*What the exercise asks*
The answer should be every line below, retyped exactly.

═════ Material to process

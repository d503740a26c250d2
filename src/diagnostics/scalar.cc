// diagnose_scalar: every number diagnose reports for one summary, with its caveats.
#include <fmt/format.h>

#include <cmath>
#include <limits>

#include "credence/diagnostics.h"

namespace credence {

ScalarDiagnostics diagnose_scalar(const Chains& chains) {
  constexpr double kNaN = std::numeric_limits<double>::quiet_NaN();
  ScalarDiagnostics d;
  d.chains = static_cast<int>(chains.size());
  d.ess_bulk = kNaN;
  d.ess_tail = kNaN;
  if (chains.empty()) {
    d.notes.push_back("no chains");
    return d;
  }
  const Chains equal = common_length(chains);
  d.draws_per_chain = static_cast<long>(equal[0].size());
  for (const std::vector<double>& chain : chains) {
    if (static_cast<long>(chain.size()) != d.draws_per_chain) d.lengths_differed = true;
  }
  if (d.lengths_differed) {
    d.notes.push_back(fmt::format("chains differ in length; the first {} draws of each are used",
                                  d.draws_per_chain));
  }
  d.draws_per_split_chain = d.draws_per_chain / 2;
  if (d.chains < 2) d.notes.push_back("R-hat needs two or more chains; ESS is from the two halves of the one chain");
  if (d.draws_per_chain < 4) {
    d.notes.push_back(fmt::format("{} draws per chain are too few to diagnose", d.draws_per_chain));
    return d;
  }
  if (d.draws_per_split_chain < kMinDrawsPerSplitChain) {
    d.notes.push_back(fmt::format("only {} draws per split chain (fewer than {}): estimates are unstable",
                                  d.draws_per_split_chain, kMinDrawsPerSplitChain));
  }
  bool finite = true;
  bool constant = true;
  for (const std::vector<double>& chain : equal) {
    for (double value : chain) {
      finite = finite && std::isfinite(value);
      constant = constant && value == equal[0][0];
    }
  }
  if (!finite) d.notes.push_back("some draws are not finite (NaN or infinite)");
  if (finite && constant) d.notes.push_back("every draw is equal: nothing to diagnose");

  d.ess_bulk = bulk_ess(equal);
  d.ess_tail = tail_ess(equal);
  if (d.chains >= 2) {
    d.rhat_split = split_rhat(equal);
    d.rhat_bulk = bulk_rhat(equal);
    d.rhat_folded = folded_rhat(equal);
    d.rhat = (std::isnan(*d.rhat_bulk) || std::isnan(*d.rhat_folded))
                 ? kNaN
                 : std::max(*d.rhat_bulk, *d.rhat_folded);
  }
  return d;
}

}  // namespace credence
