// What each binding file adds to the `_credence` module.
#pragma once

#include <pybind11/pybind11.h>

namespace credence::python {

/// StatusError -> credence.errors.<class> (message unchanged); see status_error.h.
void register_status_errors(pybind11::module_& m);
/// open_run(path) -> dict: metadata, settings, preprocessing, kept samples.
void bind_run(pybind11::module_& m);
/// predict_file(...): predict_csv over files, as `credence predict` does.
void bind_predict(pybind11::module_& m);
/// assess_json(...), diagnose_json(path): the --json documents of assess and diagnose.
void bind_assess(pybind11::module_& m);
/// train(data_path, out_path, options, progress): run_train with the CLI's defaults.
void bind_train(pybind11::module_& m);
/// compare(data_path, out_dir, options, progress): run_compare_job with the CLI's defaults.
void bind_compare(pybind11::module_& m);

}  // namespace credence::python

══════════

*Response area*
repository d503740a26c250d2
filename src/diagnostics/scalar.cc
// diagnose_scalar: every number diagnose reports for one summary, with its caveats.
#include <fmt/format.h>

#include <cmath>
#include <limits>

#include "credence/diagnostics.h"

namespace credence {

ScalarDiagnostics diagnose_scalar(const Chains& chains) {
  constexpr double kNaN = std::numeric_limits<double>::quiet_NaN();
  ScalarDiagnostics d;
  d.chains = static_cast<int>(chains.size());
  d.ess_bulk = kNaN;
  d.ess_tail = kNaN;
  if (chains.empty()) {
    d.notes.push_back("no chains");
    return d;
  }
  const Chains equal = common_length(chains);
  d.draws_per_chain = static_cast<long>(equal[0].size());
  for (const std::vector<double>& chain : chains) {
    if (static_cast<long>(chain.size()) != d.draws_per_chain) d.lengths_differed = true;
  }
  if (d.lengths_differed) {
    d.notes.push_back(fmt::format("chains differ in length; the first {} draws of each are used",
                                  d.draws_per_chain));
  }
  d.draws_per_split_chain = d.draws_per_chain / 2;
  if (d.chains < 2) d.notes.push_back("R-hat needs two or more chains; ESS is from the two halves of the one chain");
  if (d.draws_per_chain < 4) {
    d.notes.push_back(fmt::format("{} draws per chain are too few to diagnose", d.draws_per_chain));
    return d;
  }
  if (d.draws_per_split_chain < kMinDrawsPerSplitChain) {
    d.notes.push_back(fmt::format("only {} draws per split chain (fewer than {}): estimates are unstable",
                                  d.draws_per_split_chain, kMinDrawsPerSplitChain));
  }
  bool finite = true;
  bool constant = true;
  for (const std::vector<double>& chain : equal) {
    for (double value : chain) {
      finite = finite && std::isfinite(value);
      constant = constant && value == equal[0][0];
    }
  }
  if (!finite) d.notes.push_back("some draws are not finite (NaN or infinite)");
  if (finite && constant) d.notes.push_back("every draw is equal: nothing to diagnose");

  d.ess_bulk = bulk_ess(equal);
  d.ess_tail = tail_ess(equal);
  if (d.chains >= 2) {
    d.rhat_split = split_rhat(equal);
    d.rhat_bulk = bulk_rhat(equal);
    d.rhat_folded = folded_rhat(equal);
    d.rhat = (std::isnan(*d.rhat_bulk) || std::isnan(*d.rhat_folded))
                 ? kNaN
                 : std::max(*d.rhat_bulk, *d.rhat_folded);
  }
  return d;
}

}  // namespace credence
// What each binding file adds to the `_credence` module.
#pragma once

#include <pybind11/pybind11.h>

namespace credence::python {

/// StatusError -> credence.errors.<class> (message unchanged); see status_error.h.
void register_status_errors(pybind11::module_& m);
/// open_run(path) -> dict: metadata, settings, preprocessing, kept samples.
void bind_run(pybind11::module_& m);
/// predict_file(...): predict_csv over files, as `credence predict` does.
void bind_predict(pybind11::module_& m);
/// assess_json(...), diagnose_json(path): the --json documents of assess and diagnose.
void bind_assess(pybind11::module_& m);
/// train(data_path, out_path, options, progress): run_train with the CLI's defaults.
void bind_train(pybind11::module_& m);
/// compare(data_path, out_dir, options, progress): run_compare_job with the CLI's defaults.
void bind_compare(pybind11::module_& m);

}  // namespace credence::python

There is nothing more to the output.